Figure 16 CPU and RAM parameters - Customer 4 - HWiNFO64 app — Figure 16 CPU and RAM parameters – Customer 4 – HWiNFO64 app

The type of workload for the tasks selected by the customer is combined single thread and multi-thread and the processor is the bottleneck. By simply replacing a server, the time required to complete the task has been reduced by an average of 30%, which is not bad. The Intel Xeon E5-2620 v3 processor, of course, is as old as the Dell 13th generation server. However, it’s pleasant to see that in the case of server update, the customer can choose a cheaper single-socket server and get higher performance (about 42% higher) at the same time.

Figure 17 Intel vs. AMD - Customer 4 — Figure 17 Intel vs.

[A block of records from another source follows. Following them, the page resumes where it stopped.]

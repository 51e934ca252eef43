/** Runs a pilot: real replicates of their own stream, bounded in events and seconds, remembered by what shapes them. */
import PQueue from 'p-queue';
import { Op } from 'sequelize';
import { inWriteTransaction } from '@db/in-write-transaction.ts';
import { Pilot, PilotRun } from '@db/models/jobs.ts';
import { describeFailure, sortedEntries, type JobInputs } from '@/domain/jobs/job-inputs.ts';
import { summarisePilot } from '@/domain/jobs/quote-estimate.ts';
import type { HorizonMean } from '@/domain/jobs/method-comparison.ts';
import { limits } from '@/domain/limits.ts';
import type { ResolvedNetwork } from '@/domain/network/resolved.ts';
import { accept, refuse, type Result } from '@/domain/refusals.ts';
import type { ModelFailure } from '@/engine/ensemble.ts';
import { momentsAt } from '@/engine/statistics/statistics-of.ts';
import { decodeSummary, type Summary } from '@/engine/statistics/summary.ts';
import { engineVersion } from '@/engine/engine-version.ts';
import type { RunBatchAnswer } from '@workers/protocol.ts';
import { nowText } from '../clock.ts';
import { newId } from '../ids.ts';
import { executor } from './executor.ts';
import { sha256Hex } from '@/archives/batch-file.ts';

/** One pilot at a time, so that pilots take at most one worker. */
const queue = new PQueue({ concurrency: 1 });
const waitingPilotsMost = 50;

/** Replicates of each step: small steps first, so that the clock can stop a slow pilot with something in hand. */
const steps = [4, 16, 60, limits.pilotReplicatesMinimum - 80];

export interface PilotOptions {
  teamId: string;
  userId: string;
  modelVersionId: string;
  network: ResolvedNetwork;
  inputs: JobInputs;
}

/** The pilot of these inputs, from memory or run now. */
export async function runPilot(options: PilotOptions): Promise<Result<{ pilot: Pilot; cached: boolean }>> {
  const cacheKey = keyOf(options);
  const known = await Pilot.findByPk(cacheKey);
  if (known) return accept({ pilot: known, cached: true });
  const limited = await countPilot(options.userId);
  if (!limited.ok) return limited;
  if (queue.size >= waitingPilotsMost)
    return refuse('rate_limited', 'Many quotes are being worked out just now. Try again in a moment.', {
      retryAfterSeconds: 10,
    });
  return queue.add(async () => {
    // The same pilot may have run while this one waited.
    const meanwhile = await Pilot.findByPk(cacheKey);
    if (meanwhile) return accept({ pilot: meanwhile, cached: true });
    const run = await runSteps(options, cacheKey);
    if (!run.ok) return run;
    const pilot = await remember(options, cacheKey, run.value);
    return accept({ pilot, cached: false });
  });
}

/** Replicates, seed, lane and kept traces shape no pilot replicate. */
function keyOf({ modelVersionId, inputs }: PilotOptions): string {
  const { horizon, gridIntervals, method, epsilon, overrides, eventBudgetPerReplicate } = inputs;
  return sha256Hex(
    JSON.stringify([
      engineVersion,
      modelVersionId,
      horizon,
      gridIntervals,
      epsilon === undefined ? method : [method, epsilon],
      sortedEntries(overrides.parameters),
      sortedEntries(overrides.initialCounts),
      eventBudgetPerReplicate,
    ]),
  );
}

async function countPilot(userId: string): Promise<Result<null>> {
  return inWriteTransaction(async () => {
    const hourAgo = nowText(-3_600_000);
    await PilotRun.destroy({ where: { userId, createdAt: { [Op.lte]: hourAgo } } });
    const ran = await PilotRun.count({ where: { userId } });
    if (ran >= limits.pilotsPerMemberAndHour)
      return refuse(
        'rate_limited',
        `A member may run ${limits.pilotsPerMemberAndHour} pilots an hour. Quotes that were worked out before are still answered.`,
        { retryAfterSeconds: 600 },
      );
    await PilotRun.create({ id: newId('pilot'), userId, createdAt: nowText() });
    return accept(null);
  });
}

interface Steps {
  eventsPerReplicate: number[];
  /** Events of the replicate that the event budget cut, as far as it got; null when none was. */
  cutReplicateEvents: number | null;
  seconds: number;
  /** From the last step, when code and caches are warm. */
  secondsPerReplicate: number;
  kernel: string;
  /** Of the complete replicates; null before the first. */
  summary: Summary | null;
}

async function runSteps(options: PilotOptions, cacheKey: string): Promise<Result<Steps>> {
  const done: Steps = {
    eventsPerReplicate: [],
    cutReplicateEvents: null,
    seconds: 0,
    secondsPerReplicate: 0,
    kernel: '',
    summary: null,
  };
  let events = 0;
  const outOfTime = AbortSignal.timeout(limits.pilotSeconds * 1000);
  for (const replicateCount of steps) {
    const budget = limits.pilotEvents - events;
    const answer = await runStep(options, cacheKey, done.eventsPerReplicate.length, replicateCount, budget, outOfTime);
    if (answer === null) break;
    done.kernel = answer.kernel;
    const summary = decodeSummary(answer.summary);
    if (done.summary === null) done.summary = summary;
    else done.summary.merge(summary);
    done.seconds += answer.seconds;
    const ofStep = Array.from(answer.eventsPerReplicate);
    done.eventsPerReplicate.push(...ofStep);
    const stepEvents = ofStep.reduce((sum, value) => sum + value, 0);
    events += stepEvents;
    if (ofStep.length > 0) done.secondsPerReplicate = answer.seconds / ofStep.length;
    if (answer.failure) return failed(answer.failure, done.eventsPerReplicate.length);
    if (answer.replicateCount < replicateCount) {
      done.cutReplicateEvents = Math.max(0, budget - stepEvents);
      break;
    }
  }
  if (done.eventsPerReplicate.length === 0)
    return refuse(
      'pilot_failed',
      `Not one replicate ended within a pilot's ${limits.pilotEvents.toLocaleString('en')} events and ` +
        `${limits.pilotSeconds} seconds, so no price can be given. Shorten the horizon, or check the model for growth without bound.`,
    );
  return accept(done);
}

/** Null when the pilot's time was up. */
async function runStep(
  options: PilotOptions,
  cacheKey: string,
  firstReplicate: number,
  replicateCount: number,
  eventBudgetPerBatch: number,
  signal: AbortSignal,
): Promise<RunBatchAnswer | null> {
  const { horizon, gridIntervals, epsilon, eventBudgetPerReplicate } = options.inputs;
  try {
    return await executor().run(
      {
        network: options.network,
        horizon,
        gridIntervals,
        // Any fixed number will do: pilots have a stream of their own. This one makes equal requests equal.
        seed: BigInt(`0x${cacheKey.slice(0, 16)}`).toString(),
        purpose: 'pilot',
        point: 0,
        firstReplicate,
        replicateCount,
        keptTraces: 0,
        eventBudgetPerReplicate,
        eventBudgetPerBatch,
        ...(epsilon === undefined ? {} : { epsilon }),
      },
      { signal },
    );
  } catch (error) {
    if (signal.aborted) return null;
    throw error;
  }
}

const failed = (failure: ModelFailure, complete: number): Result<never> =>
  refuse(
    'pilot_failed',
    `The model failed in the pilot after ${complete} complete replicates. ${describeFailure(failure).split('. ')[0]}. ` +
      'Mend the model or its parameters; nothing was charged.',
    {
      errors: [
        {
          path: failure.reaction === null ? 'model' : `reactions.${failure.reaction}`,
          code: failure.kind,
          message: `At time ${failure.time} with ${Object.entries(failure.state)
            .slice(0, 20)
            .map(([species, value]) => `${species} = ${value}`)
            .join(', ')}.`,
        },
      ],
    },
  );

/** Means and sds at the last grid time, for comparisons; numbers that so few replicates cannot give are 0. */
function atHorizon(summary: Summary): HorizonMean[] {
  return summary.observables.map((id, observable) => {
    const { mean, sd } = momentsAt(summary, observable, summary.gridPoints - 1);
    return { id, mean, sd: Number.isFinite(sd) ? sd : 0 };
  });
}

async function remember(options: PilotOptions, cacheKey: string, run: Steps): Promise<Pilot> {
  const summary = summarisePilot(run);
  return inWriteTransaction(() =>
    Pilot.create({
      cacheKey,
      teamId: options.teamId,
      userId: options.userId,
      modelVersionId: options.modelVersionId,
      replicates: summary.replicates,
      cutReplicates: run.cutReplicateEvents === null ? 0 : 1,
      events: Math.round(summary.mean * summary.replicates),
      mean: summary.mean,
      sd: summary.sd,
      seconds: run.seconds,
      secondsPerReplicate: run.secondsPerReplicate,
      kernel: run.kernel,
      atHorizon: atHorizon(run.summary!),
      engineVersion,
      createdAt: nowText(),
    }),
  );
}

AMD – Customer 4

Conclusion

The new AMD EPYC processor platform in DELL servers has surprised me. It is a clear winner over Intel for RAM throughput computation. You get higher performance for significantly lower purchase costs. It is also a very versatile processor for classic use and a good price.

Intel is still #1 in case of the highest single-thread performance. e.g. If you have software optimized for AVX 512 instructions, Intel is a much more powerful choice.

Which processor is the winner? Unfortunately, there is no universal winner. It will be a different manufacturer and model for each customer. When designing a server, it is crucial to correctly identify the customer’s workload, to understand how software tools behave and to measure them accurately. It is also important to measure everything after you deploy the server. You must verify that the server is performing as expected. Incorrect server settings, driver errors, or other incompatibilities can halve the server performance.

We, as well as our customers, have been so impressed by the new Dell PowerEdge servers with the second-gen AMD EPYC, that we have already placed an order for three of them. It´s been 15 years since I have ordered the last Advanced Micro Devices CPU.